During the 2021 Period, cash used in operating activities of $737,980 primarily resulted from its net loss of $3,066,865 offset by stock-based compensation of $2,518,171 and loss on cryptocurrency transactions of $20,708.





Investing Activities


Cash provided by investing activities in the 2022 Period of $942,534 resulted from the $743,513 cash acquired from the reverse merger acquisition and the proceeds of $509.997 from sale of cryptocurrency assets, offset by the purchase of equipment of $370,976.

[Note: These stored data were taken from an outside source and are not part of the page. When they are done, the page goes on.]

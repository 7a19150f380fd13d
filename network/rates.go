package network

import (
	"fmt"

	"kinetarium/network/expr"
)

// RateRule gives the time derivative of a species or a parameter as an
// expression: a slow drift, an input, a quantity that is not made by
// reactions. A species with a rate is changed by it alone (and by events):
// when reactions list it, it must be fixed, so that they read it only. Its
// rate is in concentration per time; a parameter's is in its own unit per
// time.
type RateRule struct {
	Name       string // the species or parameter
	Expression string // its time derivative
	Note       string
}

// CheckedRate is a rate as Check read it.
type CheckedRate struct {
	Index     int // in Model.Rates
	Name      string
	Parameter bool      // the target is a parameter, else a species
	Target    int       // index of the species or parameter
	Expr      expr.Node // nil when it has errors
}

// rates checks the model's rates: each names a species or parameter once,
// a species that reactions list is fixed, and the expression reads.
func (v *validator) rates() {
	seen := map[string]int{}
	inEquation := map[string]string{}
	for _, r := range v.net.Reactions {
		if !r.EqOK {
			continue
		}
		for _, side := range [][]Term{r.Equation.Reactants, r.Equation.Products} {
			for _, t := range side {
				if _, ok := inEquation[t.Species]; !ok {
					inEquation[t.Species] = r.Name
				}
			}
		}
	}
	f := Field{Missing: "the rate needs an expression, the time derivative of its species or parameter, e.g. \"k_in - k_out*X\""}
	for i, r := range v.m.Rates {
		errf := func(field string, format string, args ...any) {
			v.add(Error, "rates", i, r.Name, field, 0, format, args...)
		}
		cr := CheckedRate{Index: i, Name: r.Name}
		ok := true
		if j, dup := seen[r.Name]; dup {
			errf("name", "%q already has a rate (rate %d); give each species or parameter one rate", r.Name, j+1)
			ok = false
		} else {
			seen[r.Name] = i
		}
		if j, isSp := v.speciesIx[r.Name]; isSp {
			cr.Target = j
			v.usedSp[j] = true
			if rx, listed := inEquation[r.Name]; listed && !v.m.Species[j].Fixed {
				errf("name", "the species %q has a rate and takes part in reaction %q; mark it fixed, so that reactions read it and only its rate changes it", r.Name, rx)
				ok = false
			}
		} else if j, isPar := v.paramIx[r.Name]; isPar {
			cr.Target, cr.Parameter = j, true
			v.usedPar[j] = true
		} else if _, isAsg := v.assignIx[r.Name]; isAsg {
			errf("name", "%q is an assignment, computed from other quantities; a rate needs a species or a parameter", r.Name)
			ok = false
		} else if ref, known := v.kinds[r.Name]; known {
			errf("name", "%q is a %s; a rate needs a species or a parameter", r.Name, sectionWord[ref.section])
			ok = false
		} else if r.Name == "" {
			errf("name", "the rate needs the name of the species or parameter it changes")
			ok = false
		} else {
			errf("name", "unknown species or parameter %q;%s declare it or fix the name", r.Name, v.suggest(r.Name, v.speciesIx, v.paramIx))
			ok = false
		}
		cr.Expr = v.expression("rates", i, r.Name, "expression", r.Expression, f)
		if ok && cr.Expr != nil {
			v.net.Rates = append(v.net.Rates, cr)
		}
	}
}

// stateParameters returns the parameters that change during a run, and so
// are carried in the state after the species: those with a rate and those
// that an event sets, in model order.
func (net *Net) stateParameters() []int {
	mark := make([]bool, len(net.Model.Parameters))
	for _, r := range net.Rates {
		if r.Parameter {
			mark[r.Target] = true
		}
	}
	for _, e := range net.Events {
		for _, ch := range e.Set {
			if ch.Parameter {
				mark[ch.Index] = true
			}
		}
	}
	var out []int
	for i, m := range mark {
		if m {
			out = append(out, i)
		}
	}
	return out
}

// readsStateParameter reports whether a rate law's fields name a
// parameter carried in the state; such a reaction is compiled through its
// expression, so that its Jacobian follows the parameter.
func (b *builder) readsStateParameter(cr *CheckedReaction) bool {
	for _, a := range cr.Rate.Args {
		v := a.Value
		if v.Name == "" {
			continue
		}
		if p, ok := b.s.parIx[v.Name]; ok && b.s.parState[p] >= 0 {
			return true
		}
	}
	return false
}

// compileRates adds each rate as a reaction of its own that changes its
// target alone, at the rate given, in the target's units (its
// contribution's scale is 1).
func (b *builder) compileRates() error {
	s := b.s
	for _, cr := range b.net.Rates {
		target := cr.Target
		if cr.Parameter {
			target = s.parState[cr.Target]
		}
		r := rxn{k: val{p: -1}, kr: val{p: -1}, vmax: val{p: -1}, kcat: val{p: -1}, km: val{p: -1}, comp: s.spComp[target]}
		r.d0, r.p0 = len(s.depSp), len(s.depPar)
		if err := b.compileExpression(&r, &CheckedReaction{Name: cr.Name, Expr: cr.Expr}); err != nil {
			return fmt.Errorf("rate of %q: %w", cr.Name, err)
		}
		r.d1, r.p1 = len(s.depSp), len(s.depPar)
		r.c0 = len(s.cSp)
		s.cSp = append(s.cSp, target)
		s.cNet = append(s.cNet, 1)
		r.c1 = len(s.cSp)
		s.rx = append(s.rx, r)
	}
	return nil
}

// StateParameters returns the names of the parameters carried in the
// state after the species (see Species), in state order. The caller must
// not modify the slice.
func (s *System) StateParameters() []string { return s.names[s.nSpecies:] }

// NonNegativeComponents reports, for each state variable, whether it is a
// species, which the solver may keep non-negative; parameters carried in
// the state may take any sign. It returns nil when every state variable
// is a species. The caller must not modify the slice.
func (s *System) NonNegativeComponents() []bool { return s.nonNeg }
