// Weighted reports whether the residuals are divided by the data's
// standard deviations.
func (p *Problem) Weighted() bool { return p.Spec.Noise.Model == NoiseSD || p.Spec.Noise.Model == "" }

// Residuals is a fit.Func: the residuals (fitted − observed)/σ at x (σ
// = 1 for the noise model constant, the data's SD for sd_column, the
// noise model's σ for proportional and combined, which add a second block
// of residuals for the log σ terms of the likelihood; see noise.go) and,
// when jac is not nil, their Jacobian.
func (p *Problem) Residuals(ctx context.Context, x, r []float64, jac *mat.Dense) error {
	for _, e := range p.Exps {
		q := make([]float64, len(e.pidx))
		for j, pi := range e.pidx {
			q[j] = x[pi]
		}
		res, err := e.ev.Solve(ctx, q, jac != nil && !p.ByDifferences)
		if err != nil {
			return fmt.Errorf("experiment %q: %w", e.Name, err)
		}
		yhat := p.predictions(e, res)
		e.yhat = yhat
		var dyhat [][]float64 // per point, ∂ŷ/∂q_j
		if jac != nil {
			if p.ByDifferences {
				if dyhat, err = p.differences(ctx, e, q); err != nil {
					return err
				}
			} else {
				nq := len(e.pidx)
				dyhat = make([][]float64, len(e.Data.Points))
				for k := range e.Data.Points {
					d := res.D[e.tIdx[k]]
					dyhat[k] = d[e.outIdx[k]*nq : (e.outIdx[k]+1)*nq]
				}
			}
		}
		if err := p.fill(e, x, yhat, dyhat, r, jac); err != nil {
			return fmt.Errorf("experiment %q: %w", e.Name, err)
		}
	}
	return nil
}

// predictions returns experiment e's fitted values at its points.
func (p *Problem) predictions(e *ExpData, res *Result) []float64 {
	out := make([]float64, len(e.Data.Points))
	for k := range e.Data.Points {
		out[k] = res.Y[e.tIdx[k]][e.outIdx[k]]
	}
	return out
}

// differences returns ∂ŷ/∂q for experiment e's points by central
// differences of whole solves.
func (p *Problem) differences(ctx context.Context, e *ExpData, q []float64) ([][]float64, error) {
	nq := len(q)
	out := make([][]float64, len(e.Data.Points))
	for k := range out {
		out[k] = make([]float64, nq)
	}
	for j := range q {
		h := 1e-6 * math.Max(math.Abs(q[j]), 1e-8)
		qq := slices.Clone(q)
		qq[j] = q[j] + h
		res, err := e.ev.Solve(ctx, qq, false)
		if err != nil {
			return nil, err
		}
		yp := p.predictions(e, res)
		qq[j] = q[j] - h
		if res, err = e.ev.Solve(ctx, qq, false); err != nil {
			return nil, err
		}
		ym := p.predictions(e, res)
		for k := range out {
			out[k][j] = (yp[k] - ym[k]) / (2 * h)
		}
	}
	return out, nil
}

// Settings control Run. The zero value of every field means a sensible
// default.
type Settings struct {
	Workers  int                                               // default: every core
	Progress func(fraction float64)                            // fraction of starts done
	Trace    func(start int, iteration int, objective float64) // each accepted step of each start
	// Profiles asks for profile-likelihood intervals.
	Profiles bool
	// MaxIterations per start; default 200.
	MaxIterations int
}
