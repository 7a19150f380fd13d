package network

import "slices"

// compressed builds a compressed sparse pattern (CSR or CSC) with n rows
// (or columns) from the entries (major[k], minor[k]): ptr[i]:ptr[i+1]
// indexes idx, the minor indices of row i, increasing and without
// repeats. With diag, every (i, i) is included. The work is linear in the
// number of entries (a counting sort by row, then a sort within each row)
// and no map is built.
func compressed(n int, major, minor []int, diag bool) (ptr, idx []int) {
	ptr = make([]int, n+1)
	for _, i := range major {
		ptr[i+1]++
	}
	if diag {
		for i := range n {
			ptr[i+1]++
		}
	}
	for i := range n {
		ptr[i+1] += ptr[i]
	}
	idx = make([]int, ptr[n])
	next := slices.Clone(ptr[:n])
	for k, i := range major {
		idx[next[i]] = minor[k]
		next[i]++
	}
	if diag {
		for i := range n {
			idx[next[i]] = i
			next[i]++
		}
	}
	// Sort each row and squeeze out repeats, in place.
	out := 0
	for i := range n {
		row := idx[ptr[i]:ptr[i+1]]
		slices.Sort(row)
		row = slices.Compact(row)
		ptr[i] = out
		out += copy(idx[out:], row)
	}
	ptr[n] = out
	return ptr, idx[:out:out]
}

Cash provided by investing activities in the 2021 Period of $45,672 resulted from proceeds of $734,873 from the sale of cryptocurrency assets, offset by the purchase of equipment of $697,201.





Financing Activities


In the 2022 Period, cash provided by financing activities of $1,097,963 consisted of $724,865 in net proceeds from the issuance of common shares, $380,000 in proceeds from the issuance of notes payable, and $201,250 of proceeds from the issuance of Series B preferred shares, offset by payments on equipment notes payable of $208,152.

In the 2021 Period, cash provided by financing activities of $2,109,415 consisted of $1,807,574 in net proceeds from the sale of common shares, $334,980 in net proceeds from the sale of preferred shares, and $830,000 in proceeds from notes payable, offset by payments on equipment notes payable of $861,564.